- _What is being asked_:
Scan the listing below for lines with "PNGs" in them. Give their number and nothing more.

- _Data_:
____________

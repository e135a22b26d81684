"""The HTML report of a run: one self-contained file that opens offline.

``report.html`` in the run folder holds everything inline (see :mod:`bench.htmlkit`). The same
PNGs are also written to the run's ``plots/`` folder. Each step's section is drawn by its kind
(:meth:`bench.steps.base.StepKind.report_section`) with the help of a :class:`StepWriter`.
"""

from __future__ import annotations

import time
from dataclasses import dataclass
from pathlib import Path

import pandas as pd

from bench import plots
from bench.analysis import runview
from bench.errors import BenchError, StoreError
from bench.htmlkit import DISCLAIMER, embed_png, esc, html_table, mhz, page, safe_name
from bench.steps import KINDS

__all__ = ["DISCLAIMER", "SAFETY_CAUTIONS", "MapViews", "StepWriter", "write_report"]

SAFETY_CAUTIONS = (
    "Analyzer inputs are easily damaged, typically above +30 dBm or by any DC voltage (0 V DC "
    "rating): use an attenuator, a DC block and a limiter, especially with line impedance "
    "stabilisation networks and probes near switching nodes.",
    "Boards under test may carry mains or high voltage; probes and stages come close to them.",
    "A moving stage can pinch fingers and crash a probe into a board: soft limits, a safe "
    "travel height and an emergency stop are the operator's responsibility; the tool enforces "
    "only the limits it is given.",
    "Intentional radiators near people: follow the applicable RF exposure rules.",
)

_RESULT_COLUMNS = (("freq_hz", "frequency (MHz)"), ("level", "level"), ("detector", "detector"),
                   ("limit_level", "limit"), ("margin_db", "margin (dB)"),
                   ("polarization", "polarization"), ("height_m", "height (m)"),
                   ("azimuth_deg", "azimuth (deg)"), ("status", "status"), ("note", "note"))
_MAX_EVENTS = 500


def _file_text(entry: dict) -> str:
    text = str(entry.get("path", ""))
    return f"{text} (sha256 {entry['sha256']})" if entry.get("sha256") else text


def _identity(manifest: dict) -> str:
    seq, bench = manifest.get("sequence", {}), manifest.get("bench", {})
    rows = [("sequence name", manifest.get("name")), ("created", manifest.get("created")),
            ("state", manifest.get("state")), ("software", manifest.get("software")),
            ("simulated bench", "yes" if manifest.get("simulated") else "no"),
            ("sequence file", _file_text(seq)), ("bench file", _file_text(bench))]
    rows += [(f"instrument: {k}", v) for k, v in manifest.get("instruments", {}).items()]
    body = "".join(f"<tr><th>{esc(k)}</th><td>{esc(v)}</td></tr>" for k, v in rows)
    files = "".join(f"<details><summary>{esc(name)} as run</summary><pre>{esc(e['text'])}</pre>"
                    "</details>" for name, e in (("sequence", seq), ("bench file", bench))
                    if e.get("text"))
    return f"<table>{body}</table>{files}"


def _safety() -> str:
    items = "".join(f"<li>{esc(c)}</li>" for c in SAFETY_CAUTIONS)
    return f'<h2>Safety</h2><div class="safety"><ul>{items}</ul></div>'


def _plan(manifest: dict) -> str:
    plan = manifest.get("plan") or []
    if not plan:
        return "<h2>Plan</h2><p>No plan recorded.</p>"
    return "<h2>Plan</h2><ul>" + "".join(f"<li>{esc(p)}</li>" for p in plan) + "</ul>"


def _warnings_html(warnings: list[str]) -> str:
    return "".join(f'<p class="warn">{esc(w)}</p>' for w in warnings)


class StepWriter:
    """Collects one step's section: pictures in ``plots/``, HTML parts, warnings.

    Step kinds call its helpers from their ``report_section``; the writer knows nothing of
    any kind.
    """

    def __init__(self, run, info: dict, views: "MapViews | None" = None) -> None:
        self.run = run
        self.info = info
        self.views = views or MapViews()
        self.label = str(info.get("label"))
        self.kind = str(info.get("kind", ""))
        self.plots_dir = Path(run.folder) / "plots"
        self.warnings: list[str] = []
        self.parts: list[str] = []
        self._spectrum = None

    def png(self, suffix: str) -> Path:
        """Path of one of the step's pictures."""
        return self.plots_dir / f"{safe_name(self.label)}-{suffix}.png"

    def attempt(self, what: str, fn):
        """``fn()``, or None with a warning on the page when it raises a BenchError."""
        try:
            return fn()
        except BenchError as exc:
            self.warnings.append(f"{what}: {exc}")
            return None

    def has_traces(self) -> bool:
        return not self.run.traces(self.label).empty

    def results(self) -> pd.DataFrame:
        return self.run.results(self.label)

    def spectrum(self):
        """The step's corrected spectrum (max over poses), or None without traces."""
        if self._spectrum is None and self.has_traces():
            self._spectrum = self.attempt("corrected spectrum", lambda: runview.corrected_spectrum(
                self.run, self.label))
        return self._spectrum

    def render(self) -> str:
        title = f"Step {self.label} ({self.kind})"
        if not self.has_traces() and self.results().empty:
            return f"<h2>{esc(title)}</h2><p>No data: the run did not reach this step.</p>"
        kind = KINDS.get(self.kind)
        if kind is None:
            self.warnings.append(f"unknown step kind {self.kind!r}: drawn as a plain sweep")
            kind = KINDS["sweep"]
        kind.report_section(self)
        return (f"<h2>{esc(title)}</h2>{self._settings()}{_warnings_html(self.warnings)}"
                + "".join(self.parts))

    def _settings(self) -> str:
        keys = ("sweep", "limit", "distance_m", "unit", "ambient", "probe", "probe_kind",
                "margin_db")
        items = [f"{k} = {self.info[k]}" for k in keys if k in self.info]
        return f"<p>{esc('; '.join(items))}</p>" if items else ""

    def spectrum_picture(self, spectrum, marks) -> None:
        """The spectrum with its limit line, the ambient overlay and the marked frequencies."""
        limit = self.attempt("limit", lambda: runview.step_limit(self.run, self.label,
                                                                 warnings=self.warnings))
        ambient = self._ambient(spectrum.unit)
        path = plots.spectrum_png(self.png("spectrum"), spectrum.freq_hz, spectrum.level,
                                  unit=spectrum.unit, title=f"{self.label} (max over poses)",
                                  ambient=ambient, limits=limit, suspects=marks)
        self.parts.append(embed_png(path, f"spectrum of {self.label}"))
        if limit is not None:
            self.parts.append(f"<p>Limit: {esc(limit.title)}. Source: {esc(limit.source)}</p>")

    def _ambient(self, unit: str):
        label = self.info.get("ambient")
        if not label or self.run.traces(label).empty:
            return None
        amb = self.attempt(f"ambient {label!r}", lambda: runview.corrected_spectrum(self.run, label))
        if amb is not None and amb.unit != unit:
            self.warnings.append(f"ambient step {label!r} is in {amb.unit}, this step in {unit}: "
                                 "not overlaid")
            return None
        return None if amb is None else (amb.freq_hz, amb.level)

    def results_table(self, results: pd.DataFrame, unit: str) -> None:
        """The step's result rows (suspects, readings) with their margins."""
        unit_text = runview.UNIT_TEXT.get(unit, unit)
        table = results.sort_values("freq_hz")
        self.parts.append(f"<h3>Results ({len(table)} frequencies, levels in "
                          f"{esc(unit_text)})</h3>")
        self.parts.append(html_table(table, _RESULT_COLUMNS, row_class="status", formats={
            "freq_hz": mhz, "level": ".2f", "limit_level": ".2f", "margin_db": ".2f",
            "height_m": ".2f", "azimuth_deg": ".0f"}))

    def chain_block(self, spectrum) -> None:
        """The transducer chain the levels went through."""
        self.parts.append(f"<h3>Transducer chain</h3><pre>{esc(spectrum.chain_text)}</pre>")


def _events(run) -> str:
    events = run.events()
    if events.empty:
        return "<h2>Events</h2><p>No faults, reconnects or other events were recorded.</p>"
    shown = events.tail(_MAX_EVENTS).copy()
    shown["time"] = [time.strftime("%Y-%m-%d %H:%M:%S", time.gmtime(t)) + "Z"
                     for t in shown["t_wall"]]
    note = (f"<p>Showing the last {_MAX_EVENTS} of {len(events)} events.</p>"
            if len(events) > _MAX_EVENTS else "")
    table = html_table(shown, (("time", "time (UTC)"), ("level", "level"), ("text", "event")))
    return f"<h2>Events</h2>{note}{table}"


@dataclass(frozen=True)
class MapViews:
    """Which near-field maps a report draws besides the maximum over the whole span.

    Attributes
    ----------
    peaks : int
        One map at each of the strongest emission peaks of a grid step, up to this many.
    freqs_hz : tuple of float
        Maps at these frequencies (nearest trace bin).
    bands_hz : tuple of (float, float)
        Maps of the maximum over these bands.
    """

    peaks: int = 3
    freqs_hz: tuple = ()
    bands_hz: tuple = ()


def write_report(run, views: MapViews | None = None) -> Path:
    """Write ``report.html`` (self-contained) and the PNGs in ``plots/`` of a run folder.

    Parameters
    ----------
    run : bench.store.RunStore
        Open run folder (read-only is enough).
    views : MapViews, optional
        Extra near-field maps (default: the three strongest flagged peaks).

    Returns
    -------
    pathlib.Path
        The HTML file.
    """
    try:
        return _write_report(run, views)
    except OSError as exc:
        raise StoreError(f"{run.folder}: cannot write the report: {exc.strerror or exc}") from None


def _write_report(run, views: MapViews | None) -> Path:
    manifest = run.manifest()
    (Path(run.folder) / "plots").mkdir(exist_ok=True)
    name = manifest.get("name", Path(run.folder).name)
    parts = [f"<h1>Pre-scan report: {esc(name)}</h1>",
             f'<div class="notice">{esc(DISCLAIMER)}</div>',
             "<h2>Run</h2>", _identity(manifest)]
    if manifest.get("state") != "complete":
        parts.append(f'<p class="warn">This run is {esc(manifest.get("state", "unknown"))}: '
                     "steps after the interruption have no data.</p>")
    parts += [_safety(), _plan(manifest)]
    for info in manifest.get("steps", []):
        parts.append(StepWriter(run, info, views).render())
    parts.append(_events(run))
    parts.append(f'<div class="notice">{esc(DISCLAIMER)}</div>')
    out = Path(run.folder) / "report.html"
    out.write_text(page(f"Pre-scan report: {name}", "".join(parts)), encoding="utf-8")
    return out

____________

- _Your solution_:
2